● **Problem details**:
Scan the data below for the string "argparse". Copy every line where it appears.

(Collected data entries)
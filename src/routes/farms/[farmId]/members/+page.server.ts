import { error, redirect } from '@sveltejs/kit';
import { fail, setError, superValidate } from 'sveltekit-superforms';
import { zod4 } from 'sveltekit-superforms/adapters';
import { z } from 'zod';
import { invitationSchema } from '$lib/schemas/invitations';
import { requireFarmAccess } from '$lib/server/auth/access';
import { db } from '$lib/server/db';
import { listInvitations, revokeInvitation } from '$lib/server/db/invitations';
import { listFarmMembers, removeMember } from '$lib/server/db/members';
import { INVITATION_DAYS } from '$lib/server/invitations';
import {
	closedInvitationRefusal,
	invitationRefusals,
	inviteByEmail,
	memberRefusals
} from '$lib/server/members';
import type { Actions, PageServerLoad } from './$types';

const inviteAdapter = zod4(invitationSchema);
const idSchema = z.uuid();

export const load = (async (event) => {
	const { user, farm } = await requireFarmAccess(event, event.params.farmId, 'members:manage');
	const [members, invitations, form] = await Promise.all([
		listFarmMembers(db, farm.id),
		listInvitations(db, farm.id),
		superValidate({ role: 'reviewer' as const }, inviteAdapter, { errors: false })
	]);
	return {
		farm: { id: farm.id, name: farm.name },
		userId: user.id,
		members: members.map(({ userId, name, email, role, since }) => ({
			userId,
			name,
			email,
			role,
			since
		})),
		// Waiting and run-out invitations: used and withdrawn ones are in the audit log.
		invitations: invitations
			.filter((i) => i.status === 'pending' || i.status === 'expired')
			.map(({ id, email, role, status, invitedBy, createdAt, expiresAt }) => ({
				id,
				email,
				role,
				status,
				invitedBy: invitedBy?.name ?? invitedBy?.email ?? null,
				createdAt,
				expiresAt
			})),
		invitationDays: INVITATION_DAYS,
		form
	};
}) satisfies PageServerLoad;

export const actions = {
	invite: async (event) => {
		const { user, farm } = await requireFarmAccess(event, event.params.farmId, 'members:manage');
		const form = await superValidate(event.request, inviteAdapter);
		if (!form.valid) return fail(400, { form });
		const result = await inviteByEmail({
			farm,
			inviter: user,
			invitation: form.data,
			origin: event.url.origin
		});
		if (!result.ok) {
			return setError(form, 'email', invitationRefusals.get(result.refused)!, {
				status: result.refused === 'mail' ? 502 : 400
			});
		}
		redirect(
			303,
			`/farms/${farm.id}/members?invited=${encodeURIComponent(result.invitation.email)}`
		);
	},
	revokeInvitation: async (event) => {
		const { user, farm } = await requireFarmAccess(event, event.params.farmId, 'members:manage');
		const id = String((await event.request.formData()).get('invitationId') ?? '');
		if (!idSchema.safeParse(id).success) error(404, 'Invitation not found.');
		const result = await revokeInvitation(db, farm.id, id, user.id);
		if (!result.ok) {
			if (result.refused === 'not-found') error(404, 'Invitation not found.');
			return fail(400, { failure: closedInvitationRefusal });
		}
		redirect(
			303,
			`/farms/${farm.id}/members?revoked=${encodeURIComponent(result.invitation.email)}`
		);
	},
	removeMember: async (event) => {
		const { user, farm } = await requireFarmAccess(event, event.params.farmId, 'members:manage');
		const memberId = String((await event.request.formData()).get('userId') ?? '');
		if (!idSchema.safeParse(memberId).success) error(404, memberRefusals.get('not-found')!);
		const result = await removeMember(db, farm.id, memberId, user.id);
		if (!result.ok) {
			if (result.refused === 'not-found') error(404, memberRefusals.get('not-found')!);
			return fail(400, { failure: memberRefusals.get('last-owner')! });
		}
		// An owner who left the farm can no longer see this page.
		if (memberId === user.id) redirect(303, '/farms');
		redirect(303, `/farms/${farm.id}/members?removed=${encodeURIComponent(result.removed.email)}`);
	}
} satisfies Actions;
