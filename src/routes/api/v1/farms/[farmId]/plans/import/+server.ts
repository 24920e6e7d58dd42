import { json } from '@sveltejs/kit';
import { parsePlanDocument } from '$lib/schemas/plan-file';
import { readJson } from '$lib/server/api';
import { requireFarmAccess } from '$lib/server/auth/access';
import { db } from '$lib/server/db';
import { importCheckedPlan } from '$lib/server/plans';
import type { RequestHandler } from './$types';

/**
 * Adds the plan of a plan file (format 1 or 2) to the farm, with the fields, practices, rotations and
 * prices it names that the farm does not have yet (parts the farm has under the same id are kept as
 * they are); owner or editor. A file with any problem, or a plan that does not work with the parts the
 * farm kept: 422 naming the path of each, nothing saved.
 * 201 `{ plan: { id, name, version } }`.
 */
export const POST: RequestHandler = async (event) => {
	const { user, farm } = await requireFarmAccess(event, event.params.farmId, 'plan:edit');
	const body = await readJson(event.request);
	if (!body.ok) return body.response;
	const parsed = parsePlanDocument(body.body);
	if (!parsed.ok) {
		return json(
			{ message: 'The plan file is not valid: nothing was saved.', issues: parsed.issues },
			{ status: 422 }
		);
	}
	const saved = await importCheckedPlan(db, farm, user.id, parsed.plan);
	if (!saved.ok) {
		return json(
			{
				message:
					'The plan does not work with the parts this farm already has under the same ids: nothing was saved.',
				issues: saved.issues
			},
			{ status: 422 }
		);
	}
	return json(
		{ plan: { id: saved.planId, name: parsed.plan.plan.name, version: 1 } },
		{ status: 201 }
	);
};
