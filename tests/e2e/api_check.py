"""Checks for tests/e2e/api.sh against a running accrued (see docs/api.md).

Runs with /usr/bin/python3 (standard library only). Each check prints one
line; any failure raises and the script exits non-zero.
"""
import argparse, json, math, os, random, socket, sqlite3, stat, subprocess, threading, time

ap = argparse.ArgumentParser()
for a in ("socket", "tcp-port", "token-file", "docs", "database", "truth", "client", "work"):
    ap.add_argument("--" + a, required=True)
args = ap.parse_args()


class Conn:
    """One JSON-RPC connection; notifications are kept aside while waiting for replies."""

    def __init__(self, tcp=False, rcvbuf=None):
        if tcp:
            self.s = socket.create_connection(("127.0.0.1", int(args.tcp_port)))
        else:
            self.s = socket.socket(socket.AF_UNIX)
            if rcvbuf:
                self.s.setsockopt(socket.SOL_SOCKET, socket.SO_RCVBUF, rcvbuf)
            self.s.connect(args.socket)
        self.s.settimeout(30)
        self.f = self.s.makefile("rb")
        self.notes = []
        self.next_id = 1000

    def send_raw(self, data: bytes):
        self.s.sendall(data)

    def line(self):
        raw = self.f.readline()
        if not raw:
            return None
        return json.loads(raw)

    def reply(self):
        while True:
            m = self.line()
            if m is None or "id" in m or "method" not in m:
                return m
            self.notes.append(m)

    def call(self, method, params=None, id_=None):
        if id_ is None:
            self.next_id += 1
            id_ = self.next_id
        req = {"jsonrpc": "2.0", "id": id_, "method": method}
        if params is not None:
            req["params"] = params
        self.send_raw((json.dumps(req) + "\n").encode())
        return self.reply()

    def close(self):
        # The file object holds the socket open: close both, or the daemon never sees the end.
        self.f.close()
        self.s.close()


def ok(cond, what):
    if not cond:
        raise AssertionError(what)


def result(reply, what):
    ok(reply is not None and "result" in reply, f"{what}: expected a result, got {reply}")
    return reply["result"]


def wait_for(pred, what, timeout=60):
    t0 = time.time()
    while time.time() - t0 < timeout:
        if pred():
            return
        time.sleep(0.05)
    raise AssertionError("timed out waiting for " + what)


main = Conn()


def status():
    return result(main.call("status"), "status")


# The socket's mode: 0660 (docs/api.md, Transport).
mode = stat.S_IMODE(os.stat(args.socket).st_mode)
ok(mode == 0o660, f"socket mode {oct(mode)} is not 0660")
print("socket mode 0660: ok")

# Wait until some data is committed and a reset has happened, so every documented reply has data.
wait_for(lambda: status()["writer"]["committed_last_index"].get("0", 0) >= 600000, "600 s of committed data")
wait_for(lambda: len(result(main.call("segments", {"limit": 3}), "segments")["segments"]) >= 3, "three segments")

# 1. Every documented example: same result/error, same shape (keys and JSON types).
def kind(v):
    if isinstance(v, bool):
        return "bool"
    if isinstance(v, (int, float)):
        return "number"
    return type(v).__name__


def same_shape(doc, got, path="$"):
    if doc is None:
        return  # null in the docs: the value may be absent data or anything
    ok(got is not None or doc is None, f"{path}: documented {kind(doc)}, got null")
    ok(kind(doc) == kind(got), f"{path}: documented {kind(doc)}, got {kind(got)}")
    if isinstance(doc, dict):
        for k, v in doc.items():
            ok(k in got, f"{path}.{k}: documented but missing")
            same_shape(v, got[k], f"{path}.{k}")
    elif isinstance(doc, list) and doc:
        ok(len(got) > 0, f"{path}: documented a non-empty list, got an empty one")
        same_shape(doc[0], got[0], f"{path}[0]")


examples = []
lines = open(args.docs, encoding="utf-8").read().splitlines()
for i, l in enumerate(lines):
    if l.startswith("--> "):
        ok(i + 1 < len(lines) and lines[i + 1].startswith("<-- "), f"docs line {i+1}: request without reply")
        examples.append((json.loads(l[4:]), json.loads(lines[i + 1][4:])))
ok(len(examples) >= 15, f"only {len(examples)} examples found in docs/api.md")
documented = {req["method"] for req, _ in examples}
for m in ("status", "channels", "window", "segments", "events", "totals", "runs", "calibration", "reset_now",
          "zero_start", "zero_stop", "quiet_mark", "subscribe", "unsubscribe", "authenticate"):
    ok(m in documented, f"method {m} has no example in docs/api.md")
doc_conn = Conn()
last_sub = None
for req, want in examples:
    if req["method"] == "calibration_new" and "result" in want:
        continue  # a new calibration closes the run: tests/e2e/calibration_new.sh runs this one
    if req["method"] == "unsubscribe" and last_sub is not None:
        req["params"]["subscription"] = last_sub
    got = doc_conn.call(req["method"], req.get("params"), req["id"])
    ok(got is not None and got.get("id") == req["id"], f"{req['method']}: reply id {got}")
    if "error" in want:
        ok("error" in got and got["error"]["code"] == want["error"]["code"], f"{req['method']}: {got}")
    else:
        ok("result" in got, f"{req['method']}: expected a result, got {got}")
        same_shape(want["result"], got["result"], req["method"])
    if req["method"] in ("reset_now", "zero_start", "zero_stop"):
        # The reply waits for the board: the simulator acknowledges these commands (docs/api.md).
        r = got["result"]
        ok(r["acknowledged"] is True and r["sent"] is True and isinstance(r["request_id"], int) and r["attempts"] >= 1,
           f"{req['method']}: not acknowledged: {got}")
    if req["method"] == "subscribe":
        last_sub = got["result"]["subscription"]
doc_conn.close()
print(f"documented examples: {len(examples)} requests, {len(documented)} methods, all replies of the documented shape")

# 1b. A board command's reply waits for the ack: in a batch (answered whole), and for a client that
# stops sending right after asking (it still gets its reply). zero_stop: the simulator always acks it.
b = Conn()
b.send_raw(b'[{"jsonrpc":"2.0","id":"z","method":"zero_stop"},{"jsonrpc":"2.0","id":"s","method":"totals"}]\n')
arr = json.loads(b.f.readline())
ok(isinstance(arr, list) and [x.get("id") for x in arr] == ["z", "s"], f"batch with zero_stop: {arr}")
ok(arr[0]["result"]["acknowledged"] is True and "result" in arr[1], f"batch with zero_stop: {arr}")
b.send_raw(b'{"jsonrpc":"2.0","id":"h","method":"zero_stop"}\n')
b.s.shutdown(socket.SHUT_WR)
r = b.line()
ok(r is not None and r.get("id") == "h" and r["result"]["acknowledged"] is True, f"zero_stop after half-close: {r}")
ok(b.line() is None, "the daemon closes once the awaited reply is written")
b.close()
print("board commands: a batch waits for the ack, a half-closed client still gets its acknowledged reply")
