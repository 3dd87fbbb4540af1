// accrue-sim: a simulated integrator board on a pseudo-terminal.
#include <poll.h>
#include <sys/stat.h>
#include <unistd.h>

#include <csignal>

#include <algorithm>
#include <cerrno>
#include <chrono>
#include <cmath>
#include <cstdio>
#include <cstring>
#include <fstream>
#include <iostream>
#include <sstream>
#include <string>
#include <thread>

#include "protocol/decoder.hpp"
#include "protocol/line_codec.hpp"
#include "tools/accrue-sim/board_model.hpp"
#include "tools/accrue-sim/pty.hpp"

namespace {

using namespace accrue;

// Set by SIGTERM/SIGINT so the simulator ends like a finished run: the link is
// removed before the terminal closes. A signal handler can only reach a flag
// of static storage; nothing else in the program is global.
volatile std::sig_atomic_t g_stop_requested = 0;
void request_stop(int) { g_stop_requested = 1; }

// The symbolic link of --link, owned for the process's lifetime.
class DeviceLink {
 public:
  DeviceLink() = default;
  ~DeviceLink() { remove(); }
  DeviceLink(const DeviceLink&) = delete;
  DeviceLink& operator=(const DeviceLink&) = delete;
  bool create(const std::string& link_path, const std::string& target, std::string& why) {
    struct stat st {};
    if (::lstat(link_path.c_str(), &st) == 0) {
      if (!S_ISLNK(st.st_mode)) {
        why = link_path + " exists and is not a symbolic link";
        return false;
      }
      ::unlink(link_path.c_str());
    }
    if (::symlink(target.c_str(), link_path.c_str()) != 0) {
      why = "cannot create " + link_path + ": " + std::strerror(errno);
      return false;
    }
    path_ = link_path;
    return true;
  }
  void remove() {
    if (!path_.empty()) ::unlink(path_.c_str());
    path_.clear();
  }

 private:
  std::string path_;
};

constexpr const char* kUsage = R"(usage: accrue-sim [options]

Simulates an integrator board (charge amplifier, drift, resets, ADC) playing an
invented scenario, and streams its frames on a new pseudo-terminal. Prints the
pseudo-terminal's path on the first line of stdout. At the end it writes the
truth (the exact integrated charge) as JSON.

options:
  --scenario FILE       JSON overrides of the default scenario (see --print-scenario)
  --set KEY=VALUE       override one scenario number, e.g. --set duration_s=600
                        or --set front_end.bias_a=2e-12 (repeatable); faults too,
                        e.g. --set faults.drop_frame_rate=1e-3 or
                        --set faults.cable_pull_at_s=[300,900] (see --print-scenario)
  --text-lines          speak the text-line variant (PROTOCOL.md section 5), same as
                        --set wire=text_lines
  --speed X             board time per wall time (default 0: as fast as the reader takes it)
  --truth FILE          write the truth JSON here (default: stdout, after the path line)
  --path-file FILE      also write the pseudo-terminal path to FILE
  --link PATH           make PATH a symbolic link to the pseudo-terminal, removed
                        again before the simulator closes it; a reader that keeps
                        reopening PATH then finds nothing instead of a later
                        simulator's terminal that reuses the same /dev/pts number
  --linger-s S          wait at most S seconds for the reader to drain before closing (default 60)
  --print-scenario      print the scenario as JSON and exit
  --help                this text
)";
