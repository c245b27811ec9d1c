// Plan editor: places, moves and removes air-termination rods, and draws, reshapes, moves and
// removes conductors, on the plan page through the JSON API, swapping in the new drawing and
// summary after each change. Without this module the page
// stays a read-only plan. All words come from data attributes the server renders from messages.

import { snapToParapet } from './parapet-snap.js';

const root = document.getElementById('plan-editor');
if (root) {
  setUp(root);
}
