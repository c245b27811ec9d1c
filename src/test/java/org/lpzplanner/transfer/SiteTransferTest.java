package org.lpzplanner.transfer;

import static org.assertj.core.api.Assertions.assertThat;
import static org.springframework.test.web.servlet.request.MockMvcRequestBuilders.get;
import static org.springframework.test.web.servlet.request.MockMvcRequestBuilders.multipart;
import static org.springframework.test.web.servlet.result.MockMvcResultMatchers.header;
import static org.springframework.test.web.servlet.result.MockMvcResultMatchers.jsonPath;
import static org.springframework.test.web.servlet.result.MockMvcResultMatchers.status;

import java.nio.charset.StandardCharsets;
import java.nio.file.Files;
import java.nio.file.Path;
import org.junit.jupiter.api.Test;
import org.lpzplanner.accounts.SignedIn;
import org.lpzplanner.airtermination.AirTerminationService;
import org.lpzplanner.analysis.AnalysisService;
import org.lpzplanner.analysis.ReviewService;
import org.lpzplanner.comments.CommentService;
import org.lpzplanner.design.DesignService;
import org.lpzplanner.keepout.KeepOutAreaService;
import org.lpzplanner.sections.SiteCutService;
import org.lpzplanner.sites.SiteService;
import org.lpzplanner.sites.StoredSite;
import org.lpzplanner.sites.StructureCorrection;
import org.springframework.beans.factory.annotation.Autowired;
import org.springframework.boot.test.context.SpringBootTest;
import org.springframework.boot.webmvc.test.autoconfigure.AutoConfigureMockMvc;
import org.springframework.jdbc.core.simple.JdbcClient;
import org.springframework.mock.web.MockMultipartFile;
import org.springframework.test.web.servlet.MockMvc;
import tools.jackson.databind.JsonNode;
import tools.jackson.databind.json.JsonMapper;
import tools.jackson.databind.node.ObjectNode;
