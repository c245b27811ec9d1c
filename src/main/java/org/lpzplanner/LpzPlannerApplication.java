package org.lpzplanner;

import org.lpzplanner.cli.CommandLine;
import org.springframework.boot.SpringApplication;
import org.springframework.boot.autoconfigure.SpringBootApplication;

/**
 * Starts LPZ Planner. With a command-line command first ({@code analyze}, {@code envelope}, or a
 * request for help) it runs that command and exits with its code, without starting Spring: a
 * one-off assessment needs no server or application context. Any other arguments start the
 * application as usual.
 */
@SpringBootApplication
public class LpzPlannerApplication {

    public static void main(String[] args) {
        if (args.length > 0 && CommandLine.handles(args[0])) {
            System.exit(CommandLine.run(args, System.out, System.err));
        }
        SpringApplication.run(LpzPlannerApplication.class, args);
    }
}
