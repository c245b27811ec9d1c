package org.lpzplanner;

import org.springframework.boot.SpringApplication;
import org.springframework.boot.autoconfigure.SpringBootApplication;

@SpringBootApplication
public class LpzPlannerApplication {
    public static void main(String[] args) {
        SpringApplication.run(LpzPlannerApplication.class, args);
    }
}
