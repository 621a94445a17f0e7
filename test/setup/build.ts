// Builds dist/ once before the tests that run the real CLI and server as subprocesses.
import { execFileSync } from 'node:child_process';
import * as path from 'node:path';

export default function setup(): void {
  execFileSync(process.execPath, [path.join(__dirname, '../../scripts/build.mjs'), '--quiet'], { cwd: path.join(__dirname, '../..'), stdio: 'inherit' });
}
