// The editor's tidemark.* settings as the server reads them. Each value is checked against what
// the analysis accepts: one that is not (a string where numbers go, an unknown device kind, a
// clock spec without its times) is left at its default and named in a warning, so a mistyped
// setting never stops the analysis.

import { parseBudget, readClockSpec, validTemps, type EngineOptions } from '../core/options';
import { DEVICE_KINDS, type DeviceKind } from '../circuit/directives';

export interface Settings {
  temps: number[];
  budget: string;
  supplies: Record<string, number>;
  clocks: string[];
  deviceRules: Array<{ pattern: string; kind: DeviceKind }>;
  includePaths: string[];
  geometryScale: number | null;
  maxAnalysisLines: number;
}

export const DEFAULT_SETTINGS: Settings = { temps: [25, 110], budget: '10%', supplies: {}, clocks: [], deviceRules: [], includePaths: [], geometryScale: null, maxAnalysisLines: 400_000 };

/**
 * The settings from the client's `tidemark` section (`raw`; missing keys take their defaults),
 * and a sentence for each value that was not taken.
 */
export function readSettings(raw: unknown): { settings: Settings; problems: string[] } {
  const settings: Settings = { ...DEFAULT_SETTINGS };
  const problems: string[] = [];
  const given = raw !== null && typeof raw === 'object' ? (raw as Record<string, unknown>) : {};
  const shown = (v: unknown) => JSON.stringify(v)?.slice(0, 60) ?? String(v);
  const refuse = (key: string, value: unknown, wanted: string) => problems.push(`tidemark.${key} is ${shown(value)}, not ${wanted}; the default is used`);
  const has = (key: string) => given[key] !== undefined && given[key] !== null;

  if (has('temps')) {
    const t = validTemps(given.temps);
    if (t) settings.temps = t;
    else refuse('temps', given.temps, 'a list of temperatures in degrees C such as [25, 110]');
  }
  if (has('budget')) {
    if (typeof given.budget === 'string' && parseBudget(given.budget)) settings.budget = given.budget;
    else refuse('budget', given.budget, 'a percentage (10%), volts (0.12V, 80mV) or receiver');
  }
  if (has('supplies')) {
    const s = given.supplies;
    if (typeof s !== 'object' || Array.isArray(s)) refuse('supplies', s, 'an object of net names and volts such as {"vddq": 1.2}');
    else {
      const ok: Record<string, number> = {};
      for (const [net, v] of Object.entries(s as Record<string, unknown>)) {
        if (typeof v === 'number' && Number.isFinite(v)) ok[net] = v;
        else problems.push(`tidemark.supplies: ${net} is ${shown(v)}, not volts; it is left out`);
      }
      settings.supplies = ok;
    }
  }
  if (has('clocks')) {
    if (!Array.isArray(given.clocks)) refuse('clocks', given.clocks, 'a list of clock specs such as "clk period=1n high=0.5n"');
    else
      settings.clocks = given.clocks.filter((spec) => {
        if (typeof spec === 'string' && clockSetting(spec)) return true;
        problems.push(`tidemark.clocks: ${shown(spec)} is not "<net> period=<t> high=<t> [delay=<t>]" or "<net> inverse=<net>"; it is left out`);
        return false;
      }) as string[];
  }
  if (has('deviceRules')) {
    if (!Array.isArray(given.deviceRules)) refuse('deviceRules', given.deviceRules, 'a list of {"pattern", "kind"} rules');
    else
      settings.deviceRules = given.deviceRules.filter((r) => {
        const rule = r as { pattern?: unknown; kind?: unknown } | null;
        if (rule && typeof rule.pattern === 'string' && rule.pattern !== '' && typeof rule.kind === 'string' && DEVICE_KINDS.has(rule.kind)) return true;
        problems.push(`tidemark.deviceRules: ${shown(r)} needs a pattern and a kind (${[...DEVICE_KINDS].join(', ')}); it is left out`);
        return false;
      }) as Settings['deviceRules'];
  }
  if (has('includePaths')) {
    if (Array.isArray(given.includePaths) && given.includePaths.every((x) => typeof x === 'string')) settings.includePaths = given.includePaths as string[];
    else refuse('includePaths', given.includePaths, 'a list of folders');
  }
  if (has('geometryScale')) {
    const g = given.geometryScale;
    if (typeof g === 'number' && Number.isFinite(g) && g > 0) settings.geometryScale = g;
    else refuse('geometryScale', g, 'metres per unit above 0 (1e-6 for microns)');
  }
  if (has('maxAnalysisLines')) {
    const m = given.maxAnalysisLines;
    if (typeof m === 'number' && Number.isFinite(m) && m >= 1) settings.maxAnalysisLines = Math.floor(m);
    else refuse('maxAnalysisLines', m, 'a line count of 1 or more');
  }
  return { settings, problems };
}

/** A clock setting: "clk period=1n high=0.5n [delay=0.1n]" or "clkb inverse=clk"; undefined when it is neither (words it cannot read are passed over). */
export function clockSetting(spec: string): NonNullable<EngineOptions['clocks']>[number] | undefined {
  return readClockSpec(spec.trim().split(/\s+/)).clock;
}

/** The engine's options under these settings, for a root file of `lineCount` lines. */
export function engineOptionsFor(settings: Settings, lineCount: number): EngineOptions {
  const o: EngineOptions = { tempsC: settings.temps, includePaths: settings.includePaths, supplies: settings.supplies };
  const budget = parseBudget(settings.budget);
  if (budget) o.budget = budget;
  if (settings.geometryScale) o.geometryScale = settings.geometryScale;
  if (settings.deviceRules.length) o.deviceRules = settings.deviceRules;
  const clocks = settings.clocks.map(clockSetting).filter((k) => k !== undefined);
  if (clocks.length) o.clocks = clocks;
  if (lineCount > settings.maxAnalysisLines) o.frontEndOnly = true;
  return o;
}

● **Result**:
import argparse, json, math, os, random, socket, sqlite3, stat, subprocess, threading, time
ap = argparse.ArgumentParser()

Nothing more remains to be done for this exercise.